Now I have no excuse as we just got a fancy iron (well, fancy for us).  It was a great groupon deal and I really like it:


 It's a Quest Steam Generator 2000W and it's been fantastic so far.  My only minor complaint is that it makes a lot of noise when it first starts steaming but other than that it's works like a charm.
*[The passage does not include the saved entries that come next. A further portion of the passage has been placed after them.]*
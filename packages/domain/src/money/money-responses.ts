import { z } from 'zod';
import { invoiceStates } from './invoice-state.ts';
import { priceItemKinds, priceVisitKinds, visitPricings } from './price-list.ts';

export const moneySettingsSchema = z.object({
  vatRegistered: z.boolean(),
  vatNumber: z.string().nullable(),
  vatRateBp: z.number(),
  paymentTermsDays: z.number(),
  quoteValidityDays: z.number(),
  firstReminderDays: z.number(),
  secondReminderDays: z.number(),
  invoiceOnCompletion: z.boolean(),
  /** False until the firm first saves its money settings: nothing is invoiced before. */
  saved: z.boolean(),
  roundingRule: z.string(),
});
export type MoneySettings = z.infer<typeof moneySettingsSchema>;

export const priceItemSchema = z.object({
  id: z.number(),
  kind: z.enum(priceItemKinds),
  name: z.string(),
  visitKind: z.enum(priceVisitKinds).nullable(),
  pricing: z.enum(visitPricings).nullable(),
  basePence: z.number(),
  perRadiatorPence: z.number(),
  bands: z.array(z.object({ upToRadiators: z.number(), pricePence: z.number() })),
  productId: z.number().nullable(),
  productName: z.string().nullable(),
  unitPence: z.number(),
  active: z.boolean(),
});
export type PriceItem = z.infer<typeof priceItemSchema>;

export const priceListResponseSchema = z.object({ settings: moneySettingsSchema, items: z.array(priceItemSchema) });
export type PriceListResponse = z.infer<typeof priceListResponseSchema>;

export const moneyLineSchema = z.object({
  id: z.number(),
  kind: z.enum(['visit', 'chemical', 'extra', 'other']),
  priceItemId: z.number().nullable(),
  productId: z.number().nullable(),
  description: z.string(),
  quantity: z.number(),
  unitPence: z.number(),
  vatRateBp: z.number(),
  netPence: z.number(),
  vatPence: z.number(),
});
export type MoneyLine = z.infer<typeof moneyLineSchema>;

const totals = { netPence: z.number(), vatPence: z.number(), totalPence: z.number() };

export const quoteStatuses = ['draft', 'sent', 'accepted', 'declined'] as const;
export type QuoteStatus = (typeof quoteStatuses)[number];

export const quoteSchema = z.object({
  id: z.number(),
  number: z.string(),
  jobId: z.number(),
  customerName: z.string(),
  siteAddress: z.string(),
  status: z.enum(quoteStatuses),
  expired: z.boolean(),
  validUntil: z.string(),
  vatRegistered: z.boolean(),
  notes: z.string().nullable(),
  lines: z.array(moneyLineSchema),
  ...totals,
  sentAt: z.string().nullable(),
  acceptance: z
    .object({
      name: z.string(),
      at: z.string(),
      via: z.enum(['link', 'phone']),
      expressRequest: z.boolean(),
      hasSignature: z.boolean(),
    })
    .nullable(),
  declinedAt: z.string().nullable(),
  declineReason: z.string().nullable(),
  createdAt: z.string(),
});
export type Quote = z.infer<typeof quoteSchema>;
export const quoteListSchema = z.object({ quotes: z.array(quoteSchema) });

/** The customer's view on the public link: what the quote is and who from, never the firm's ids. */
export const publicQuoteSchema = z.object({
  number: z.string(),
  firmName: z.string(),
  firmAddress: z.string().nullable(),
  firmPhone: z.string().nullable(),
  firmEmail: z.string().nullable(),
  vatNumber: z.string().nullable(),
  customerName: z.string(),
  siteAddress: z.string(),
  status: z.enum(quoteStatuses),
  expired: z.boolean(),
  validUntil: z.string(),
  vatRegistered: z.boolean(),
  notes: z.string().nullable(),
  lines: z.array(moneyLineSchema.omit({ id: true, priceItemId: true, productId: true })),
  ...totals,
  cancellation: z.object({ information: z.array(z.string()), modelForm: z.array(z.string()) }),
  acceptance: z.object({ name: z.string(), at: z.string(), expressRequest: z.boolean() }).nullable(),
});
export type PublicQuote = z.infer<typeof publicQuoteSchema>;

export const creditNoteSchema = z.object({
  id: z.number(),
  number: z.string(),
  invoiceId: z.number(),
  invoiceNumber: z.string(),
  reason: z.string(),
  issuedAt: z.string(),
  lines: z.array(moneyLineSchema),
  ...totals,
});
export type CreditNote = z.infer<typeof creditNoteSchema>;

export const invoiceSchema = z.object({
  id: z.number(),
  number: z.string().nullable(),
  status: z.enum(invoiceStates),
  jobId: z.number().nullable(),
  quoteId: z.number().nullable(),
  customerId: z.number(),
  customerName: z.string(),
  customerAddress: z.string(),
  customerEmail: z.string().nullable(),
  firmName: z.string(),
  firmAddress: z.string().nullable(),
  vatNumber: z.string().nullable(),
  vatRegistered: z.boolean(),
  suppliedAt: z.string().nullable(),
  issuedAt: z.string().nullable(),
  dueOn: z.string().nullable(),
  lines: z.array(moneyLineSchema),
  ...totals,
  paidPence: z.number(),
  creditedPence: z.number(),
  duePence: z.number(),
  creditNotes: z.array(creditNoteSchema),
  createdAt: z.string(),
});
export type Invoice = z.infer<typeof invoiceSchema>;

export const invoiceSummarySchema = invoiceSchema.omit({ lines: true, creditNotes: true });
export type InvoiceSummary = z.infer<typeof invoiceSummarySchema>;
export const invoiceListSchema = z.object({ invoices: z.array(invoiceSummarySchema) });

export const moneyOverviewSchema = z.object({
  owedPence: z.number(),
  aged: z.object({ days_0_30: z.number(), days_31_60: z.number(), days_over_60: z.number() }),
  overdueCount: z.number(),
  revenueByMonth: z.array(z.object({ month: z.string(), netPence: z.number(), totalPence: z.number() })),
});
export type MoneyOverview = z.infer<typeof moneyOverviewSchema>;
Here's a shot of the other side:
I'm curious, what iron do you use?  Do you love or hate it?

26 comments:

  1. I think #1 could be useful to me for applying fusible interfacing!  (The sprayer I use doesn't spray evenly.) #4 might be useful on hard to press fabrics.  I love my tailor's ham and use it all the time.  It is so helpful pressing darts or other curves.  I made it with a tutorial from http://www.nobigdill.com/search?q=tailor%27s+ham . Miss P has a good one as well http://portialawrie.blogspot.com/2011/01/sewing-basics-how-to-make-tailors-ham.html.
     I love the stand that goes with your new iron!  I use a 20+year old Rowenta and still love it.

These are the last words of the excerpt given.